** Problem **
Return, in their exact form, the lines that lie between the start of the data below and the line containing "expect(p.steps.every((s) => isOpen(s.voicing))).toBe(true);", with both ends included.
# # # # # # #
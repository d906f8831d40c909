// The model answer follows the exercise's focus techniques and explains each choice. The chords
// it voices are named back with tonal's Chord.detect (tonal, general-purpose music-theory
// library on npm); "open" is rule 6's reading (common practice: a chord tone would fit between
// two adjacent upper notes); and the engine, given the path as a take, must credit the technique.
import { Chord, Midi, Note } from "tonal";
import { describe, expect, it } from "vitest";
import { analyseNotes } from "~/analysis";
import { parseKey, pc } from "~/analysis/pitch";
import { parseProgression } from "~/analysis/progression";
import { motion } from "~/analysis/voiceLeading";
import { defaultStart, isOpen, modelPath, pathPlan } from "~/utils/modelAnswer";

const names = (voicing: number[]) => voicing.map((n) => Midi.midiToNoteName(n, { sharps: false, pitchClass: true }));
const path = (progression: string, key: string, focus: string[], start?: number[]) => {
  const k = parseKey(key);
  const chords = parseProgression(progression, k);
  return { chords, path: modelPath(chords, start ?? defaultStart(chords[0]), { focus, key: k }) };
};
/** The engine's reading of the path played as block chords, one a second. */
const techniquesHeard = (steps: Array<{ voicing: number[] }>) =>
  analyseNotes(
    steps.flatMap((s, i) => s.voicing.map((midi) => ({ midi, start: i, end: i + 0.95, velocity: 80 }))),
  ).chords.map((c) => c.techniques);

describe("model answer with focus techniques", () => {
  it("an open-voicings exercise gets an open voicing on every chord, the same chords, and says so", () => {
    const { chords, path: p } = path("vi IV I V", "Ab", ["open-voicing"]);
    expect(p.steps.every((s) => isOpen(s.voicing))).toBe(true);
    // tonal names each voicing as the target chord (Fm, Db, Ab, Eb), whatever its layout.
    p.steps.forEach((s, i) =>
      expect(Chord.detect(names(s.voicing)).map((n) => Chord.get(n).tonic)).toContain(names([chords[i].root])[0]),
    );
    expect(techniquesHeard(p.steps).every((t) => t.includes("open-voicing"))).toBe(true);
    expect(p.choices!.join(" ")).toMatch(/Every chord is voiced open/);
    // Without the focus the same start gives close voicings.
    const plain = path("vi IV I V", "Ab", []);
    expect(plain.path.steps.some((s) => !isOpen(s.voicing))).toBe(true);
  });

  it("an added-2nd exercise adds the 2nd to each plain triad (tonal reads them as add9 chords) and names the notes", () => {
    const { path: p } = path("I IV V I", "C", ["added-second"]);
    // Each voicing holds exactly the pitch classes of tonal's Chord.get("Xadd9").
    const pcs = (notes: string[]) => [...new Set(notes.map((n) => Note.chroma(n)!))].sort((a, b) => a - b);
    expect(p.steps.map((s) => pcs(names(s.voicing)))).toEqual(
      ["Cadd9", "Fadd9", "Gadd9", "Cadd9"].map((c) => pcs(Chord.get(c).notes)),
    );
    expect(p.steps.map((s) => s.symbol)).toEqual(["Cadd9", "Fadd9", "Gadd9", "Cadd9"]);
    expect(techniquesHeard(p.steps).every((t) => t.includes("added-second"))).toBe(true);
    expect(p.choices).toContain(
      "Each plain major or minor triad adds its 2nd, as the exercise practises: D in C, G in F, A in G.",
    );
  });

  it("a seventh chord gets no 2nd: it would become a 9th chord, not an added 2nd", () => {
    const { path: p } = path("iiø7 V7 i", "Gm", ["added-second"]);
    expect(p.steps.map((s) => s.symbol)).toEqual(["Am7b5", "D7", "Gmadd9"]);
  });

  it("a slash-bass exercise puts a left-hand bass an octave or more under the chord", () => {
    const { chords, path: p } = path("Eb Bb/D Cm Cm/Bb Ab", "Eb", ["slash-bass"]);
    p.steps.forEach((s, i) => {
      expect(pc(s.voicing[0])).toBe(chords[i].bass ?? chords[i].root);
      expect(s.voicing[1] - s.voicing[0]).toBeGreaterThanOrEqual(7);
    });
    expect(p.choices!.join(" ")).toMatch(/left hand plays the bass apart from the chord: E♭2 → D2 → C2 → B♭1 → A♭1/);
  });

  it("grace notes a step below each 3rd are played just before their chord", () => {
    const { path: p } = path("I IV V I", "C", ["grace-to-third"]);
    expect(p.steps.map((s) => s.grace)).toEqual([63, 68, 58, 63]); // E♭4→E4, A♭4→A4, B♭3→B3
    const plan = pathPlan(p.steps, 60);
    expect(plan.filter((n) => n.start < 2 && n.end <= 2 && n.start > 1).map((n) => n.midi)).toEqual([68]);
    expect(p.choices!.join(" ")).toMatch(/E♭ to E in C, A♭ to A in F, B♭ to B in G/);
  });

  it("a smooth top line keeps the top note within a whole step wherever it can", () => {
    const { path: p } = path("I vi IV V I", "D", ["smooth-top-line"]);
    for (let i = 1; i < p.steps.length; i++) {
      expect(Math.abs(p.steps[i].voicing.at(-1)! - p.steps[i - 1].voicing.at(-1)!)).toBeLessThanOrEqual(2);
    }
  });

  it("explains the start and the motion in every path, and the motion it states is the motion of its voicings", () => {
    const { path: p } = path("I IV V I", "D", ["inversion"], [57, 62, 66]);
    const total = p.steps.slice(1).reduce((sum, s, i) => sum + motion(p.steps[i].voicing, s.voicing), 0);
    expect(p.totalMotion).toBe(total);
    expect(p.choices![0]).toBe("It starts on D as A3 D4 F♯4.");
    expect(p.choices![1]).toContain(`${total} semitones of motion in all`);
    expect(p.choices!.some((c) => c.startsWith("Inversions keep the hand in one place"))).toBe(true);
  });
});
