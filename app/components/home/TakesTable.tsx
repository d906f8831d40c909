import {
  createColumnHelper,
  createSortedRowModel,
  rowSortingFeature,
  sortFn_alphanumeric,
  sortFn_basic,
  tableFeatures,
  useTable,
} from "@tanstack/react-table";
import { useState } from "react";
import { Link } from "react-router";
import { DataTable } from "~/components/DataTable";
import { dayLabel, percent, pretty } from "~/utils/noteText";

export type TakeRow = {
  id: string;
  recordedAt: string;
  /** The day it was recorded, as the studio's own calendar has it ("Wed 2 Dec"); set by the loader. */
  recordedDay?: string;
  exerciseTitle: string | null;
  key: string | null;
  status: string;
  chordCount: number | null;
  smoothness: number | null;
  rootPositionLeaps: number | null;
  score: number | null;
};

const features = tableFeatures({
  rowSortingFeature,
  sortedRowModel: createSortedRowModel(),
  sortFns: { alphanumeric: sortFn_alphanumeric, basic: sortFn_basic },
});
const column = createColumnHelper<typeof features, TakeRow>();

// Failed takes have no figures; they sort after every analysed take either way.
const figure = { sortFn: "basic" as const, sortUndefined: "last" as const };

const columns = column.columns([
  column.accessor("recordedAt", {
    header: "Date",
    sortFn: "basic",
    cell: (info) => (
      <Link
        to={`/takes/${info.row.original.id}`}
        className="whitespace-nowrap font-semibold text-tide-dark underline-offset-4 hover:underline"
      >
        {info.row.original.recordedDay ?? dayLabel(info.getValue())}
      </Link>
    ),
  }),
  column.accessor((r) => r.exerciseTitle ?? "", {
    id: "exercise",
    header: "Exercise",
    sortFn: "alphanumeric",
    cell: (info) => (
      <>
        {info.row.original.exerciseTitle ?? <span className="text-ink-soft">Free practice</span>}
        {info.row.original.key ? <span className="text-ink-soft"> · {pretty(info.row.original.key)}</span> : null}
      </>
    ),
  }),
  column.accessor((r) => r.chordCount ?? undefined, {
    id: "chords",
    header: "Chords",
    ...figure,
    cell: (info) => info.getValue() ?? "–",
  }),
  column.accessor((r) => r.smoothness ?? undefined, {
    id: "smoothness",
    header: "Smoothness",
    ...figure,
    cell: (info) => percent(info.getValue()),
  }),
  column.accessor((r) => r.rootPositionLeaps ?? undefined, {
    id: "leaps",
    header: "Leaps",
    ...figure,
    cell: (info) => info.getValue() ?? "–",
  }),
  column.accessor((r) => r.score ?? undefined, {
    id: "score",
    header: "Score",
    ...figure,
    cell: (info) =>
      info.row.original.status === "failed" ? (
        <span className="rounded bg-ochre-pale px-1.5 py-0.5 text-xs font-semibold text-ochre">not analysed</span>
      ) : (
        (info.getValue() ?? "–")
      ),
  }),
]);

const ARROWS = { asc: "▲", desc: "▼" } as const;

/** Columns a phone leaves out, so the date, exercise, smoothness and score fit without scrolling. */
const WIDE_ONLY = new Set(["chords", "leaps"]);
const wideOnly = (id: string) => (WIDE_ONLY.has(id) ? "hidden sm:table-cell" : "");

/** The student's latest takes; every column header sorts (click, or Enter/Space on its button). */
export function TakesTable({ takes, firstRows = 12 }: { takes: TakeRow[]; firstRows?: number }) {
  const [showAll, setShowAll] = useState(false);
  const table = useTable({
    features,
    columns,
    data: takes,
    initialState: { sorting: [{ id: "recordedAt", desc: true }] },
  });
  const rows = table.getRowModel().rows;
  const visible = showAll ? rows : rows.slice(0, firstRows);
  return (
    <div className="flex flex-col gap-2">
      <DataTable
        caption="Your latest takes; column headers sort the table"
        head={table.getHeaderGroups().map((group) => (
          <tr key={group.id}>
            {group.headers.map((header) => {
              const sorted = header.column.getIsSorted();
              const numeric = header.column.id !== "exercise" && header.column.id !== "recordedAt";
              return (
                <th
                  key={header.id}
                  scope="col"
                  aria-sort={sorted === "asc" ? "ascending" : sorted === "desc" ? "descending" : "none"}
                  className={`px-3 py-2 font-semibold sm:px-4 ${numeric ? "text-right" : ""} ${wideOnly(header.column.id)}`}
                >
                  <button
                    type="button"
                    onClick={header.column.getToggleSortingHandler()}
                    className={`inline-flex items-center gap-1 uppercase tracking-wide hover:text-ink ${sorted ? "text-ink" : ""}`}
                  >
                    <table.FlexRender header={header} />
                    <span aria-hidden="true" className="w-3 text-xs">
                      {sorted ? ARROWS[sorted] : ""}
                    </span>
                  </button>
                </th>
              );
            })}
          </tr>
        ))}
      >
        {visible.map((row) => (
          <tr key={row.id} className="hover:bg-paper/60" data-testid="take-row">
            {row.getAllCells().map((cell) => (
              <td
                key={cell.id}
                className={`px-3 py-2 sm:px-4 ${cell.column.id !== "exercise" && cell.column.id !== "recordedAt" ? "text-right tabular-nums" : ""} ${wideOnly(cell.column.id)}`}
              >
                <table.FlexRender cell={cell} />
              </td>
            ))}
          </tr>
        ))}
      </DataTable>
      {rows.length > firstRows ? (
        <button
          type="button"
          onClick={() => setShowAll(!showAll)}
          className="self-start text-sm font-semibold text-tide-dark hover:underline"
        >
          {showAll ? `Show the latest ${firstRows} only` : `Show all ${rows.length} takes`}
        </button>
      ) : null}
    </div>
  );
}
# # # # # # #
** Solution to this problem **
repository d906f8831d40c909
// The model answer follows the exercise's focus techniques and explains each choice. The chords
// it voices are named back with tonal's Chord.detect (tonal, general-purpose music-theory
// library on npm); "open" is rule 6's reading (common practice: a chord tone would fit between
// two adjacent upper notes); and the engine, given the path as a take, must credit the technique.
import { Chord, Midi, Note } from "tonal";
import { describe, expect, it } from "vitest";
import { analyseNotes } from "~/analysis";
import { parseKey, pc } from "~/analysis/pitch";
import { parseProgression } from "~/analysis/progression";
import { motion } from "~/analysis/voiceLeading";
import { defaultStart, isOpen, modelPath, pathPlan } from "~/utils/modelAnswer";

const names = (voicing: number[]) => voicing.map((n) => Midi.midiToNoteName(n, { sharps: false, pitchClass: true }));
const path = (progression: string, key: string, focus: string[], start?: number[]) => {
  const k = parseKey(key);
  const chords = parseProgression(progression, k);
  return { chords, path: modelPath(chords, start ?? defaultStart(chords[0]), { focus, key: k }) };
};
/** The engine's reading of the path played as block chords, one a second. */
const techniquesHeard = (steps: Array<{ voicing: number[] }>) =>
  analyseNotes(
    steps.flatMap((s, i) => s.voicing.map((midi) => ({ midi, start: i, end: i + 0.95, velocity: 80 }))),
  ).chords.map((c) => c.techniques);

describe("model answer with focus techniques", () => {
  it("an open-voicings exercise gets an open voicing on every chord, the same chords, and says so", () => {
    const { chords, path: p } = path("vi IV I V", "Ab", ["open-voicing"]);
    expect(p.steps.every((s) => isOpen(s.voicing))).toBe(true);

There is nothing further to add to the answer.